In this paper, we discussed the principles and applications of chiroptical (CD and CPL) measurements for supramolecular samples having optical anisotropies and presented many of the advances achieved by using the devised Stokes–Mueller matrix analysis for optically anisotropic systems. Commercially available CD and CPL spectrophotometers are restricted to optically isotropic samples. To obtain true chiroptical signals, it is essential to estimate the nonchiral linearly polarized components that are mixed into the measured raw signal and to obtain the true chiroptical signal by a suitable analytical method. Aiming to create a new field of chiral chemistry for optically anisotropic systems, versatile chiroptical spectrophotometers have been designed and constructed, and an analytical procedure based on the Stokes–Mueller matrix has been devised. These advancements are invaluable for measuring the true CD and CPL spectra of optically active samples having macroscopic anisotropies in the condensed phase or solution and solid states.
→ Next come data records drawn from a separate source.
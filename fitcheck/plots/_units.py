"""Axis units of the plots: SI (mm, µm, N, N·m, MPa) or inch (in, thousandths of an inch,
lbf, lbf·in, ksi). Factors come from the one registry of :mod:`fitcheck.units`."""

from __future__ import annotations

import functools

from ..units import Q_

#: kind → (SI label, inch label, inch unit in pint spelling, SI unit)
_KINDS = {
    "um": ("µm", "thou", "in", "um", 1000.0),
    "mm": ("mm", "in", "in", "mm", 1.0),
    "N": ("N", "lbf", "lbf", "N", 1.0),
    "kN": ("kN", "klbf", "lbf", "kN", 0.001),
    "N*m": ("N·m", "lbf·in", "lbf*in", "N*m", 1.0),
    "MPa": ("MPa", "ksi", "ksi", "MPa", 1.0),
}


@functools.cache
def scale(kind: str, units: str = "SI") -> tuple[float, str]:
    """Factor from the SI value of ``kind`` to the plotted value, and the axis label unit.

    >>> k, label = scale("um", "inch")
    >>> round(k * 25.4, 12), label, scale("MPa", "SI")
    (1.0, 'thou', (1.0, 'MPa'))
    """
    si_label, inch_label, inch_unit, si_unit, mult = _KINDS[kind]
    if units != "inch":
        return 1.0, si_label
    return float(Q_(1.0, si_unit).to(inch_unit).magnitude) * mult, inch_label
We expect that further improvements will be made as methods are investigated to routinely perform chiroptical spectroscopies based on polarization modulation techniques as rapidly as possible without disturbances from the artifacts resulting from the interaction between the macroscopic anisotropies of a sample and the nonideal optical and electrical elements required for its measurement.